We are now done with this model. Thus, click "Done":

However, this is not the end of the guided tour! The question we need to address is: What have we learned from this exercise?

### Weibull baseline hazard

We have seen that the piecewise linear baseline hazard is decreasing. This suggests that a standard Weibull specification may be appropriate. To check this, I have re-estimated the model under the standard Weibull option for the baseline hazard:

Following the same procedures as before, we get the output involved:

So, which specification of the hazard is better? The standard Weibull specification is the most parsimonious one, but the piecewise linear specification is the most general specification. To determine whether the additional parameters in the piecewise linear case pay-off, we should compare the information criteria in the two cases, in particular the Hannan-Quinn and Schwarz critera because they are consistent: The number of parameters corresponding to the lowest value is equal to the correct number of parameters with probability converging to one if the sample size converges to infinity. The Akaike information criterion is not consistent in this sense.

The values of Akaike, Hannan-Quinn and Schwarz critera in the Weibull case are slightly higher than in the general piecewise linear case, so that we may conclude that the Weibull specification is not appropriate for this data set.

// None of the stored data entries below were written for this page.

"""Every public formula of the machine says in its docstring where it comes from."""

from __future__ import annotations

import ast
import re
from pathlib import Path

import pytest

import evaluators.machine

ROOMS = ("losses", "thermal", "mechanics", "drive")
ROOT = Path(evaluators.machine.__file__).parent
# A year, a standard, a *Title*, a law, an admission, or the `function` that says it.
SOURCE = re.compile(
    r"\b(1[89]|20)\d\d\b|\b(IEC|ISO|DIN|API) |\*[A-Z][^*]+\*|`[\w.]+`"
    r"|from memory|common practice|closed form|[Dd]efinition|\w+'s law|IAPWS"
)


def formulas() -> list[tuple[str, str]]:
    """Name and docstring (that of the file included) of every public function."""
    found = []
    for file in sorted(path for room in ROOMS for path in (ROOT / room).glob("*.py")):
        tree = ast.parse(file.read_text())
        found += [
            (
                f"{file.parent.name}/{file.name}: {node.name}",
                f"{ast.get_docstring(tree)}\n{ast.get_docstring(node)}",
            )
            for node in tree.body
            if isinstance(node, ast.FunctionDef) and not node.name.startswith("_")
        ]
    return found


@pytest.mark.parametrize(("name", "text"), formulas(), ids=lambda item: item.partition("\n")[0])
def test_a_formula_names_its_source(name: str, text: str) -> None:
    assert SOURCE.search(text), name


def test_there_are_formulas() -> None:
    assert len(formulas()) > 50  # or the rooms have moved
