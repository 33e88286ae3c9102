"""The own estimates in `evaluators/NEGLECTED.md`: what is left out of the invented machine."""

from __future__ import annotations

import machines
import numpy as np
import pytest

from evaluators.analytic.evaluator import AnalyticEvaluator
from evaluators.machine.demagnetisation import ArmatureReaction
from evaluators.machine.losses.eddy import rotor_eddy_loss
from evaluators.machine.materials import library as materials
from evaluators.machine.materials.library import ElectricalSteel
from evaluators.machine.performance.circuit import END_TURN_PERMEANCE
from evaluators.machine.quantity import MU_0

WINDINGS = ((12, 4, 5), (12, 1, 2), (6, 2, 1), (12, 2, 1))


def machine(numbers: machines.Numbers) -> dict[str, float]:
    found = AnalyticEvaluator(machines.task(*numbers)).evaluate(machines.designs())
    return {name: float(values[0]) for name, values in found.metrics.items()}


def end_turn_share(numbers: machines.Numbers) -> float:
    """Of the torque inductance."""
    task, value = machines.task(*numbers), machine(numbers)
    end = machines.sections(task, machines.designs()).end_turn_length(task.construction)[0]
    turns = value["turns_per_coil"] * numbers[0] / 3.0 / value["parallel_groups"]
    inductance = 2.0 / numbers[1] * turns**2 * MU_0 * end * END_TURN_PERMEANCE
    return float(inductance / (1e-3 * value["torque_inductance_mH"]))


def ripple(numbers: machines.Numbers) -> tuple[float, float]:
    """Loss of switching ripple in the magnets over all losses, in the strands over the copper's.

    Two-level inverter of 12 pulses a period, at least 20 kHz; all ripple voltage, 0.7 of the
    fundamental (common practice), at 1.5 times the switching frequency and on the torque
    inductance. The magnets are whole poles.
    """
    task, value = machines.task(*numbers), machine(numbers)
    sections = machines.sections(task, machines.designs())
    fundamental = task.electrical_frequency
    frequency = 1.5 * max(12.0 * fundamental, 20e3)
    reactance = 2.0 * np.pi * frequency * 1e-3 * value["torque_inductance_mH"]
    current = 0.7 * value["phase_voltage_V"] / reactance
    winding = ArmatureReaction.of(task.winding)
    main = winding.orders == numbers[1]
    density = ArmatureReaction(winding.orders[main], winding.pattern[main]).per_ampere_turn(
        sections.core_radius,
        sections.magnet_radius,
        sections.bore_radius,
        sections.slot_opening_angle,
    )
    density = density * value["turns_per_coil"] * current / value["parallel_groups"]
    arc = machines.DESIGN["magnet_arc_ratio"]
    length = 1e-3 * value["stack_length_mm"]
    loss = rotor_eddy_loss(
        [float(numbers[1])],
        [frequency],
        density[:, None],
        iron_radius=sections.core_radius,
        magnet_radius=sections.magnet_radius,
        rotor_radius=sections.rotor_radius,
        bore_radius=sections.bore_radius,
        length=[length],
        magnet_resistivity=[task.materials.magnet.resistivity.at(80.0)],
        magnet_segment_angle=[arc * np.pi / numbers[1]],
        magnet_coverage=[arc],
        sleeve_resistivity=[task.materials.sleeve.resistivity.at(80.0)],
    )
    share = current / (np.sqrt(2.0) * value["torque_current_A"])
    strands = value["loss_strand_eddy_W"] * (share * frequency / fundamental) ** 2
    return (
        float(loss.magnet[0, 0]) * length / value["loss_total_W"],
        strands / value["loss_copper_W"],
    )


@pytest.mark.parametrize("numbers", WINDINGS, ids=str)
def test_end_turns_and_ripple_are_as_large_as_the_page_says(numbers: machines.Numbers) -> None:
    assert 0.015 < end_turn_share(numbers) < 0.135  # 2 to 13 %
    magnets, strands = ripple(numbers)
    assert 0.15 < magnets < 0.85  # a fifth to four fifths
    assert 0.001 < strands < 0.27  # a tenth of a per cent to a quarter


def test_ripple_is_the_largest_thing_left_out() -> None:
    found = [ripple(numbers)[0] for numbers in WINDINGS]
    assert min(found) < 0.25
    assert max(found) > 0.75


def test_pull_of_a_displaced_rotor_is_nearly_linear() -> None:
    """(1 - e²)^-1.5 of a two-pole pull in a thin gap (Covo 1954, from memory) is 1 + 1.5 e²."""
    clearance, touchdown, zone = 0.6, 0.5, 0.3
    gap = 0.6 + 1.6 + 3.0
    assert [machines.DESIGN[f"{name}_mm"] for name in (
        "clearance", "sleeve_thickness", "magnet_thickness"
    )] == [0.6, 1.6, 3.0]  # fmt: skip
    at_touchdown = 1.5 * (touchdown * clearance / gap) ** 2
    assert at_touchdown == pytest.approx(0.005, rel=0.02)
    assert 1.5 * (zone * touchdown * clearance / gap) ** 2 < 0.001


def sheet_skin_factor(steel: str, flux_density: float, frequency: float) -> float:
    """Classical eddy loss with skin effect over that without, at the permeability of B.

    (3/x)(sinh x - sin x)/(cosh x - cos x), x = thickness over skin depth: Bozorth, Ferromagnetism,
    1951 (from memory).
    """
    sheet = materials.load(ElectricalSteel, steel)
    permeability = flux_density / float(sheet.magnetization.field(np.array([flux_density]))[0])
    depth = np.sqrt(float(sheet.resistivity.value) / (np.pi * frequency * permeability))
    x = float(sheet.thickness.value) / depth
    return float(3.0 / x * (np.sinh(x) - np.sin(x)) / (np.cosh(x) - np.cos(x)))


@pytest.mark.parametrize(
    ("steel", "left"),
    [("NO20-1200", 19 / 20), ("M270-35A", 2 / 3), ("M330-50A", 1 / 2)],
)
def test_skin_effect_of_sheets_is_as_large_as_the_page_says(steel: str, left: float) -> None:
    # The page rounds to a simple fraction.
    assert sheet_skin_factor(steel, 1.0, 3200.0) == pytest.approx(left, abs=0.04)
    assert sheet_skin_factor(steel, 1.0, 9600.0) < left - 0.1
    assert sheet_skin_factor(steel, 1.5, 3200.0) > 0.97
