"""One design solved by the analytic model step by step, for tests that look inside."""

from __future__ import annotations

import machines
import numpy as np
from numpy.typing import NDArray

from evaluators.analytic.model import AnalyticModel, Resolution
from evaluators.analytic.motion import Motion
from evaluators.analytic.waves import Waves
from evaluators.machine.field import Excitation, FieldSolution, excitation
from evaluators.machine.geometry.cross_sections import CrossSections

FloatArray = NDArray[np.float64]

# Few modes: laws hold for every resolution.
COARSE = Resolution(slot_modes=3, reach=8, highest_order=96, positions=8)


class AnalyticCase:
    """Model, cross-section and excitation of one design."""

    def __init__(
        self,
        numbers: machines.Numbers,
        resolution: Resolution = COARSE,
        *,
        ideal_iron: bool = False,
        duty: dict[str, object] | None = None,
        **changes: float,
    ) -> None:
        self.task = machines.task(*numbers, ideal_iron=ideal_iron, duty=duty)
        self.model = AnalyticModel(self.task, resolution)
        batch = machines.designs(**changes)
        self.sections: CrossSections = machines.sections(self.task, batch)
        self.exciting: Excitation = excitation(
            self.sections,
            batch["current_density_A_mm2"] * 1e6,
            self.task.duty,
            self.task.construction,
        )

    def waves(self) -> Waves:
        return self.model.waves(self.sections, self.exciting)[0]

    def motion(self, positions: FloatArray | None = None) -> Motion:
        return self.model.motion(self.sections, self.waves(), positions)

    def solve(self) -> FieldSolution:
        return self.model.solve(self.sections, self.exciting)


def roomy(slots: int) -> dict[str, float]:
    """A rotor large enough for slots that can be wound, whatever their number."""
    return {"rotor_radius_mm": 20.0 * max(1.0, slots / 15.0)}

### Output for the piecewise linear integrated baseline hazard case

```Proportional hazard model:

Dependent variables and their brackets:
Y(1) = Dummy MISDEMEANOR RECIDIVISM (years) in (0,0.5] Brackets:  0, .5
Y(2) = Dummy MISDEMEANOR RECIDIVISM (years) in (0.5,1] Brackets:  .5, 1
Y(3) = Dummy MISDEMEANOR RECIDIVISM (years) in (1,2] Brackets:  1, 2
Y(4) = Dummy MISDEMEANOR RECIDIVISM (years) in (2,3] Brackets:  2, 3

Covariates:
X(1) = MALE
X(2) = BLACK
X(3) = RELEASE
X(4) = AGE (DAYS/1000)
X(5) = SENT (DAYS/1000)

Chosen (sub-)sample: 1->1985
Effective (sub-)sample size: 1984

Hazard function option:
Piecewise linear integrated hazard

The log-likelihood function has been maximized using the simplex method
of Nelder and Mead. The algorithm involved is a Visual Basic translation
of the Fortran algorithm involved in:
W.H.Press, B.P.Flannery, S.A.Teukolsky and W.T.Vetterling, 'Numerical
Recipes', Cambridge University Press, 1986, pp. 292-293

Estimation results:
Parameters ML estimate t-value p-value Covariates
beta(1)       0.286449   3.155 0.00161 MALE
beta(2)       0.065508   1.000 0.31712 BLACK
beta(3)      -0.302968  -2.948 0.00320 RELEASE
beta(4)      -0.063995  -5.452 0.00000 AGE (DAYS/1000)
beta(5)      -0.111339  -2.981 0.00287 SENT (DAYS/1000)
alpha(1)      0.631260   5.346 0.00000
alpha(2)      0.624200   5.249 0.00000
alpha(3)      0.483767   5.267 0.00000
alpha(4)      0.335525   5.068 0.00000

The two-sided p-values are based on the normal approximation

Log-likelihood:            -2686.518534
Number of parameters:      9
Effective sample size (n): 1984
Information criteria:
Akaike:               2.717257
Hannan-Quinn:         2.726576
Schwarz:              2.742627

Bracket point Integrated hazard
0.5                    0.315630
1                      0.627730
2                      1.111497
3                      1.447022
```

The interpretation of the estimation results is similar to the right-censored case. See the guided tour on right-censored proportional hazard models.